Chapter 2. Bach’s Music and Characteristics of Baroque Style [00:16:49]
Okay. Let’s go on to talk about the kinds of things that Bach composed here, and for that we’ll take a look at the board. Bach’s works: Some of these we’ve talked about already. Preludes and fugues for harpsichord or keyboard; “The Well-Tempered Clavier.” We’ve talked about the G Minor organ fugue. We can talk about “The Art of the Fugue.” Let’s — Raoul, let’s have the next slide. I think I’ve got a slide of that here. No, wrong piece. Okay. Sorry. This is the Bach “Brandenburg.” I’ve brought in the wrong slide. I’m sorry. But “The Art of Fugue” is an interesting composition that Bach wrote very much toward the end of his life; sonatas for flutes and violin; dance suites for orchestra. You may know the “Air on a G String” — beautiful, beautiful solo violin writing there, with basso continuo underneath; solo concertos for violin and harpsichord; the concerti grossi that we’ll be talking about; the “Brandenburg Concertos.” We’ll be working with No. 5. Then he wrote a lot of religious vocal music: the B Minor Mass. I was playing parts of the Sanctus of the B Minor Mass when we came in.
Let’s just listen to a little bit of — we listen to this on the fly this morning, but let’s just listen to a bit of the Sanctus of the B Minor Mass to give you a sense of the monumental quality that Bach can create. [music playing]
So pretty impressive stuff. But it goes on for a long time and it’s filled with imitation and fugal subjects that recombine and different kinds of permutations. It can be inverted and go backwards and forwards and upside down, and this is what Bach would do. If somebody would write a set of variations that had ten variations in it, he would write a set of variations with twenty variations in it. If somebody would write one canon, he would write ten canons — as he does, for example, in “The Goldberg Variations.” Whatever he did, he prosecuted maniacally, and what he ended up with was stuff that’s very dense, very compact, that’s really the best sort of craftsmanship but it’s not necessarily the most popular sort of music in that regard. But, as you heard, it can be very grand and quite spectacular, as we heard from the Sanctus of the B Minor Mass there.
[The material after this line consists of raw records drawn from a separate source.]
impl CheckReport {
    /// Analyses `design` and gathers the report, with the default [`CheckOptions`].
    pub fn new(design: &Design) -> Self {
        Self::with(design, &CheckOptions::default())
    }

    /// Analyses `design` and gathers the report.
    pub fn with(design: &Design, options: &CheckOptions) -> Self {
        Self::from_analysis(
            design,
            &analyse(&design.linkage, &AnalysisOptions::default()),
            options,
        )
    }

    /// Gathers the report from an analysis already made (with the default usable quality).
    pub fn from_analysis(design: &Design, a: &Analysis, options: &CheckOptions) -> Self {
        let l = &design.linkage;
        let t1 = l.ground_angle();
        let usable_quality = AnalysisOptions::default().usable_quality;
        let floor = crate::input::short(deg(usable_quality));
        let usable_words = format!("usable arc (min(mu, 180 - mu) >= {floor} deg)");
        let branches = a
            .branches
            .iter()
            .map(|b| BranchRecord {
                from: b.crank_range.map(|r| toggle(&r.0)),
                to: b.crank_range.map(|r| toggle(&r.1)),
                crank_travel_deg: b.crank_range.map_or(360.0, |r| deg(r.1.phi - r.0.phi)),
                output_min: b.output_limits.map(|(mn, _)| output_limit(&mn, t1)),
                output_max: b.output_limits.map(|(_, mx)| output_limit(&mx, t1)),
                output_swing_deg: if b.output_turns_fully {
                    360.0
                } else {
                    deg(b.theta4_range.1 - b.theta4_range.0)
                },
                output_turns_fully: b.output_turns_fully,
                usable: b
                    .usable
                    .iter()
                    .map(|u| {
                        transmission(usable_words.clone(), Some((u.from, u.to)), &u.transmission)
                    })
                    .collect(),
            })
            .collect();
        let usable_all = a
            .branches
            .iter()
            .flat_map(|b| b.usable.iter().map(|u| u.transmission))
            .reduce(TransmissionSummary::merged);
        let whole = match (&a.range, usable_all) {
            (InputRange::FullTurn, _) => a
                .transmission
                .map(|t| transmission("full turn of the crank".into(), None, &t)),
            (_, Some(u)) => Some(transmission(
                format!("usable arcs of every branch (min(mu, 180 - mu) >= {floor} deg)"),
                None,
                &u,
            )),
            (_, None) => a.transmission.map(|t| {
                transmission(
                    format!(
                        "whole arcs to the toggles (no crank angle has min(mu, 180 - mu) >= {floor} deg)"
                    ),
                    None,
                    &t,
                )
            }),
        };
        let working_range = options.working_range.map(|(from, to)| {
            let (lo, hi) = (from.to_radians(), to.to_radians());
            // Counter-clockwise from `from` to `to`: at most one turn on.
            let hi = if hi <= lo {
                hi + std::f64::consts::TAU
            } else {
                hi
            };
            match transmission_between(l, &a.range, lo, hi) {
                Ok(t) => WorkingRangeRecord {
                    from_crank_deg: from,
                    to_crank_deg: to,
                    transmission: Some(transmission("working range".into(), Some((lo, hi)), &t)),
                    problem: None,
                },
                Err(e) => WorkingRangeRecord {
                    from_crank_deg: from,
                    to_crank_deg: to,
                    transmission: None,
                    problem: Some(e.to_string()),
                },
            }
        });
        CheckReport {
            format: CHECK_FORMAT,
            format_version: CHECK_FORMAT_VERSION,
            angles: ANGLES,
            design: DesignFile::from(design),
            ground_link: l.ground(),
            ground_line_global_deg: deg_wrapped(t1),
            grashof: a.grashof.name(),
            change_point: a.grashof == crate::GrashofClass::ChangePoint,
            length_ratio: l.length_ratio(),
            crank_turns_fully: a.range == InputRange::FullTurn,
            assembles: a.range != InputRange::None,
            usable_quality_deg: deg(usable_quality),
            branches,
            transmission: whole,
            working_range,
            time_ratio: a.time_ratio.map(|t| time_ratio(&t, options.speed_rpm)),
            caution: SAFETY_NOTE,
        }
    }

    /// The report as readable text.
    pub fn to_text(&self) -> String {
        let d = &self.design;
        let u = d.units.as_deref().unwrap_or("mm");
        let mut s = String::new();
        let _ = writeln!(s, "design: {}", d.name.as_deref().unwrap_or("(unnamed)"));
        let _ = writeln!(
            s,
            "links ({u}): ground {:.4}, crank {:.4}, coupler {:.4}, output {:.4}; assembly {}",
            self.ground_link,
            d.input_link,
            d.coupler,
            d.output_link,
            d.assembly.name()
        );
        let _ = writeln!(
            s,
            "coupler point: p = {:.4}, q = {:.4} {u}; longest/shortest link {:.3}",
            d.coupler_point[0], d.coupler_point[1], self.length_ratio
        );
        let _ = writeln!(
            s,
            "angles: degrees counter-clockwise from the ground line O2 -> O4 (which points {:.3} deg from +x), in [0, 360)",
            self.ground_line_global_deg
        );
        let _ = writeln!(
            s,
            "Grashof class: {}{}",
            self.grashof,
            if self.change_point {
                " (change point: the linkage can fold flat; motion is ambiguous there)"
            } else {
                ""
            }
        );
        if !self.assembles {
            let _ = writeln!(s, "cannot be assembled at any crank angle");
        } else if self.crank_turns_fully {
            let _ = writeln!(s, "crank: turns fully");
        } else {
            let _ = writeln!(s, "crank: does not turn fully; its motion ends at toggles");
        }
        for (i, b) in self.branches.iter().enumerate() {
            self.branch_text(&mut s, i, b);
        }
        if let Some(t) = &self.transmission {
            let _ = writeln!(s, "transmission angle over the {}:", t.scope);
            let _ = writeln!(s, "  {}", extremes_text(t));
        }
        if let Some(w) = &self.working_range {
            match (&w.transmission, &w.problem) {
                (Some(t), _) => {
                    let _ = writeln!(
                        s,
                        "working range, crank {} to {} deg counter-clockwise:\n  {}",
                        crate::input::short(w.from_crank_deg),
                        crate::input::short(w.to_crank_deg),
                        extremes_text(t)
                    );
                }
                (None, p) => {
                    let _ = writeln!(
                        s,
                        "working range, crank {} to {} deg counter-clockwise: not reachable: {}",
                        crate::input::short(w.from_crank_deg),
                        crate::input::short(w.to_crank_deg),
                        p.as_deref().unwrap_or("")
                    );
                }
            }
        }
        if let Some(t) = &self.time_ratio {
            let _ = writeln!(
                s,
                "time ratio: {:.4} (crank rotation during the slower stroke over that during the faster, constant crank speed)",
                t.ratio
            );
            let speed = crate::input::short(t.crank_speed_rpm.abs());
            let _ = writeln!(s, "  crank turning {} at {speed} rpm:", t.crank_turns);
            for (name, k) in [("slower", &t.slower), ("faster", &t.faster)] {
                let secs = k.seconds.map_or(String::new(), |v| format!(", {v:.3} s"));
                let _ = writeln!(
                    s,
                    "    {name}: output turns {} while the crank goes {:.3} -> {:.3} deg ({:.3} deg of crank{secs})",
                    k.output_turns, k.from_crank_deg, k.to_crank_deg, k.crank_rotation_deg
                );
            }
        }
        let _ = writeln!(s, "note: {}", self.caution);
        s
    }

    fn branch_text(&self, s: &mut String, i: usize, b: &BranchRecord) {
        match (&b.from, &b.to) {
            (Some(f), Some(t)) => {
                let _ = writeln!(
                    s,
                    "  branch {}: crank from {:.3} deg ({}) counter-clockwise to {:.3} deg ({}), travel {:.3} deg",
                    i + 1,
                    f.crank_from_ground_deg,
                    toggle_words(f.kind),
                    t.crank_from_ground_deg,
                    toggle_words(t.kind),
                    b.crank_travel_deg
                );
            }
            _ => {
                let _ = writeln!(s, "  branch {}: full turn of the crank", i + 1);
            }
        }
        if b.output_turns_fully {
            let _ = writeln!(s, "    output turns fully");
        } else if let (Some(mn), Some(mx)) = (&b.output_min, &b.output_max) {
            let _ = writeln!(
                s,
                "    output from {:.3} deg (crank {:.3} deg, {}) counter-clockwise to {:.3} deg (crank {:.3} deg, {}), swing {:.3} deg",
                mn.output_from_ground_deg,
                mn.crank_from_ground_deg,
                mn.position,
                mx.output_from_ground_deg,
                mx.crank_from_ground_deg,
                mx.position,
                b.output_swing_deg
            );
        } else {
            let _ = writeln!(s, "    output swing {:.3} deg", b.output_swing_deg);
        }
        if b.from.is_some() {
            if b.usable.is_empty() {
                let _ = writeln!(
                    s,
                    "    no usable arc: min(mu, 180 - mu) stays below {} deg",
                    crate::input::short(self.usable_quality_deg)
                );
            }
            for t in &b.usable {
                let _ = writeln!(
                    s,
                    "    usable arc (min(mu, 180 - mu) >= {} deg): crank {:.3} to {:.3} deg; {}",
                    crate::input::short(self.usable_quality_deg),
                    t.from_crank_deg.unwrap_or(f64::NAN),
                    t.to_crank_deg.unwrap_or(f64::NAN),
                    extremes_text(t)
                );
            }
        }
    }
}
When Bach arrived in Leipzig, it was a town of thirty-five thousand, and was one of the biggest in Germany. Does that sound like a big town to you, thirty-five thousand? No. I mean, Hamden probably has thirty-five thousand people living in it. But this was a big city in Bach’s day, and he was called there to run music really for all of the Lutheran churches in that town. Now we’re talking here Leipzig, which is not far from Wittenberg where Martin Luther was active, so we’re talking about kind of the home ground of Lutheranism here. And Leipzig enjoyed complete freedom of religion. You could attend any church — of course, this was all Christianity. You could attend any church that you wished. There were a dozen or so of them in this city. The only kicker was that they were all Lutheran churches. You could go to this Lutheran church or that Lutheran church, whatever one you want, but they were all Lutheran churches.
So Bach’s job was to organize the music for these churches, particularly the principal church, which was this Saint Thomas Church, and what he wrote for this Saint Thomas Church was this thing called the cantata. What’s a cantata? Well, literally it’s a “sung thing” as opposed to a sonata, “sounded thing.” So this is a sung thing. What can we say about the cantatas that Bach wrote? How would we summarize them? Well, they are multi-movements — recitative, aria, chorus — multi-movements. They go on for about twenty-five to thirty minutes. They are religious in subject matter and of course they are written in the German language, and Bach wrote about three hundred of these cantatas. He wrote them in cycles of fifty. When he arrived there in seventeen twenty-three, he starts writing one cantata for each Sunday. At the end of the year, he’s got about fifty of these things; next year he starts all over again. So he ended up with about three hundred cantatas. Then he got exhausted from the process and stopped about 1729, 1730 or so.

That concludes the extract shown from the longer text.